Once installed, you define your features per version like this:

struct MyWhatsNewProvider: WhatsNewCollectionProvider {
    var collections: [WhatsNew] {
        [
            WhatsNew(
                version: "2.0.0",
                features: [
                    Feature(title: "New Dark Mode", description: "Experience the app in dark mode."),
                    Feature(title: "Improved Performance", description: "Faster load times and smoother animations.")
                ]
            )
        ]
    }
}

Then you set up the environment and add the sheet modifier:

@main
struct MyApp: App {
    var body: some Scene {
        WindowGroup {
            ContentView()
                .environment(
                    \ .whatsNewEnvironment,
                    WhatsNewEnvironment(
                        versionStore: UserDefaultsVersionStore(),
                        whatsNewProvider: MyWhatsNewProvider()
                    )
                )
                .whatsNewSheet()
        }
    }
}

This setup means the app automatically shows the “what’s new” sheet for any new version the user hasn’t seen yet, using UserDefaults for persistence.

verdict: a pragmatic choice for SwiftUI apps with versioned feature announcements

WhatsNewKit offers a practical, idiomatic way to handle feature announcements in SwiftUI apps, removing the repetitive and error-prone task of manual version checking. Its environment-driven automatic presentation is its standout feature, making it easy to integrate and maintain.

The multi-platform and multi-UI-framework support broadens its appeal beyond pure SwiftUI apps, though UIKit and AppKit users might need to handle some integration details themselves.

The protocol-based version store abstraction is a smart design choice that enables customization and synchronization options like iCloud.
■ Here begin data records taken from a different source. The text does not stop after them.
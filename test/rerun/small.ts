import { mkdirSync, mkdtempSync, readdirSync, readFileSync, rmSync, statSync, writeFileSync } from "node:fs";
import { tmpdir } from "node:os";
import { join } from "node:path";
import { closeout, type Outcome } from "../../src/index.ts";

/** A small test of two signs: 300 visitors a sign, every tenth of them staff. */
export const PLAN = `experiment: Two signs
question: Do more visitors stop at the new sign?
unit-called: {one: visitor, many: visitors}
log:
  - files: log.csv
    columns: {unit: visitor, variant: sign}
variants:
  - {name: old, control: true}
  - {name: new}
metrics:
  - name: Stopped
    role: primary
    summary: proportion
    of: {where: {stopped: 1}}
    worthwhile: {relative: 5%}
  - name: Minutes
    summary: mean
    of: {sum: minutes}
    cap: {at: 30}
`;
export const STAFF = `filters:
  - {name: staff, why: they pass every day, drop: units, where: {is_staff: 1}}
`;
export const LOG = [
  "visitor,sign,stopped,minutes,is_staff",
  ...["old", "new"].flatMap((sign, s) =>
    Array.from({ length: 300 }, (_, i) => {
      const stopped = Number(i % 10 < 3 + 3 * s);
      return `${sign}${i},${sign},${stopped},${(i * 7) % 43},${Number(i % 10 === 9)}`;
    }),
  ),
].join("\n");

export interface Bench {
  readonly folder: string;
  readonly report: string;
  run(plan: string, options?: { previous?: string; fromCells?: string; figures?: boolean }): Promise<Outcome>;
  remove(): void;
}

export function bench(): Bench {
  const folder = mkdtempSync(join(tmpdir(), "closeout-rerun-"));
  const report = join(folder, "report");
  writeFileSync(join(folder, "log.csv"), LOG);
  return {
    folder,
    report,
    run: (plan, options = {}) => {
      writeFileSync(join(folder, "plan.yaml"), plan);
      return closeout(join(folder, "plan.yaml"), { out: report, ...options });
    },
    remove: () => rmSync(folder, { recursive: true, force: true }),
  };
}

/** Every file under a folder with its text. */
export function filesOf(folder: string): Record<string, string> {
  const names = readdirSync(folder, { recursive: true, encoding: "utf8" }).sort();
  const files = names.filter((name) => statSync(join(folder, name)).isFile());
  return Object.fromEntries(files.map((name) => [name, readFileSync(join(folder, name), "utf8")]));
}

/** Puts a folder back to what filesOf gave. */
export function putBack(folder: string, files: Readonly<Record<string, string>>): void {
  rmSync(folder, { recursive: true, force: true });
  for (const [name, text] of Object.entries(files)) {
    mkdirSync(join(folder, name, ".."), { recursive: true });
    writeFileSync(join(folder, name), text);
  }
}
The main tradeoff is the added complexity of setting up environment injection and understanding the protocol abstractions, which could be overkill for very simple apps or teams unfamiliar with SwiftUI environment patterns.

If your app needs to present update features cleanly and automatically across Apple platforms and you are comfortable with SwiftUI, WhatsNewKit is worth considering. It builds on solid SwiftUI principles and provides a robust, extensible architecture to handle a common but often overlooked UX detail.